1) Executive Share Option Scheme:
This is a performance based scheme by which managers can buy the shares of the
company in the future date where the prices are determined now. This scheme
inspire the mangers to work in such way that will push up the price of shares
at future time. When the mangers works to rise the share price, it increase the
company performance that may result a high profit for the company which is main
goal of the shareholders. But this scheme may not be beneficial for the
company.
2) Performance shares:
A kind of shares given to the managers that are connected with the company
performance and the performance of the company depends on the earning per
shares, return on capital, return on equity. When the EPS, ROE increase the
price of the performance shares increase. These kind of shares motivate the
managers to work on behalf of the company in order increase their share price.
Furthermore
the conflict of interest can be reduced by taking two extreme position
regarding the top managers of the company.
1) Threat of dismissal:
Companies can threat to the top managers that if the company make a bad
performance they will be cut off. But this process is not very effective for
large companies where the ownership and the management are highly dispersed.

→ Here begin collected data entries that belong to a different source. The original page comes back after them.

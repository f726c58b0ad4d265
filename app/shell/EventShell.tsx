'use client';
import { useSelectedLayoutSegment } from 'next/navigation';
import type { ReactNode } from 'react';
import { EventProvider, useLive } from '../live/EventContext';
import { MapPane } from '../map/MapPane';
import { words } from '../words';
import { Announcer } from './Announcer';
import styles from './EventShell.module.css';
import { Footer } from './Footer';
import { Header } from './Header';
import { Identified } from './Identified';
import { isTab } from './tabs';

/** Everything around the pages of an event. The map lives here, so that changing the page never makes it anew. */
export function EventShell({ eventId, children }: { eventId: string; children: ReactNode }) {
  return (
    <Identified>
      <EventProvider key={eventId} eventId={eventId}>
        <Frame eventId={eventId}>{children}</Frame>
      </EventProvider>
    </Identified>
  );
}

function Frame({ eventId, children }: { eventId: string; children: ReactNode }) {
  const segment = useSelectedLayoutSegment() ?? 'board';
  const tab = isTab(segment) ? segment : 'board';
  const exercise = useLive((state) => state.event?.exercise ?? false);
  return (
    <div className={styles.frame} data-tab={tab} data-exercise={exercise}>
      {tab === 'board' && (
        <a className={styles.skip} href="#zones">
          {words.common.skip}
        </a>
      )}
      {exercise && <div className={styles.band} role="img" aria-label={words.exerciseBand} />}
      <Header eventId={eventId} tab={tab} />
      <main className={styles.stage}>
        {children}
        <MapPane hidden={tab === 'log' || tab === 'settings'} />
      </main>
      <Footer tab={tab} />
      <Announcer />
    </div>
  );
}
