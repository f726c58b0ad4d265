'use client';
import { useLive } from '../live/EventContext';
import { words } from '../words';
import styles from './Footer.module.css';
import type { Tab } from './tabs';

/** How to read what is above, and the caution, on every page. */
export function Footer({ tab }: { tab: Tab }) {
  const stage = useLive((state) => state.impact?.stage ?? 'none');
  return (
    <footer className={styles.footer}>
      {tab === 'board' && <p>{words.howToRead[stage]}</p>}
      <p className={styles.caution}>{words.caution}</p>
    </footer>
  );
}
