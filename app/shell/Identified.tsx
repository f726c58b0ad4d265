'use client';
import { useRouter } from 'next/navigation';
import { createContext, useContext, useEffect, useState } from 'react';
import type { ReactNode } from 'react';
import { atLeast } from '../../lib/wire';
import type { Identity, Role } from '../../lib/wire';
import { fetchMe } from '../http/api';
import { RequestFailed } from '../http/problem';
import { Notice } from '../ui/Notice';
import { Button } from '../ui/Button';
import { words } from '../words';

const IdentityContext = createContext<Identity | null>(null);

/** Shows its children to whoever has signed in; sends others to the sign-in page. */
export function Identified({ children }: { children: ReactNode }) {
  const [identity, setIdentity] = useState<Identity | null>(null);
  const [trouble, setTrouble] = useState<string | null>(null);
  const [attempt, setAttempt] = useState(0);
  const router = useRouter();
  useEffect(() => {
    const stop = new AbortController();
    fetchMe(stop.signal).then(setIdentity, (error: unknown) => {
      if (stop.signal.aborted) return;
      if (error instanceof RequestFailed && error.status === 401) router.replace(`/sign-in?next=${encodeURIComponent(window.location.pathname)}`);
      else setTrouble(error instanceof Error ? error.message : words.common.unreachable);
    });
    return () => stop.abort();
  }, [attempt, router]);
  if (identity) return <IdentityContext value={identity}>{children}</IdentityContext>;
  if (!trouble) return null;
  return (
    <Notice tone="error" title={words.common.unreachable}>
      <p>{trouble}</p>
      <Button
        onPress={() => {
          setTrouble(null);
          setAttempt(attempt + 1);
        }}
      >
        {words.common.again}
      </Button>
    </Notice>
  );
}

export function useIdentity(): Identity {
  const identity = useContext(IdentityContext);
  if (!identity) throw new Error('This component stands outside Identified.');
  return identity;
}

/** Whether the person may do what needs a role. */
export const useMay = (role: Role): boolean => atLeast(useIdentity().role, role);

2) Exposure to take-over Bid:
When the performance of the company is bad, and the share is consequently
undervalued it may be exposed to hostile takeover bid. Which may affect the top manager’s jobs. The
tendency of hostile takeover bid motivates by other companies motivates the
managers to take their actions in such way which can maximizes the share price.
4.2 Corporate governance
Companies can reduce the conflict of
interest by establishing good corporate governance within the organization. According
to Dayton (1948) corporate governance as the process, structures and
relationships through which board of directors oversee what the executive do to
achieve the objective of the company. The main objective to have a good
corporate governance to ensure that all the activities of the organization are
in line with the interest of shareholders. A corporate governance do the
following in order to resolve the conflict of interest.
1) It
establish a culture in which Directors will give priority to protect the
shareholders best interest.
2) It
analyzes corporate audit regulations, corporate disclosure framework to improve
the accountability and transparency of companies, compliance to statutory
regulation, best ethical practice, and consumer protection and so on.
3) It
ensures that the audit committee assists the board of directors to make the
financial statements accurate and transparent ensuring compliance with the
legal and regulatory requirements, and the efficiency of the company’s internal
audit functions.
4) It
ensures the creditability of companies, and the existence of managerial system
which promotes creative entrepreneurship.
5) It
increase corporate value by ensuring transparency and efficiency.
6) It
allows the board of directors to observe management activities by implementing
policies.
7) It
ensure the reward of those who provide finance to the Companies.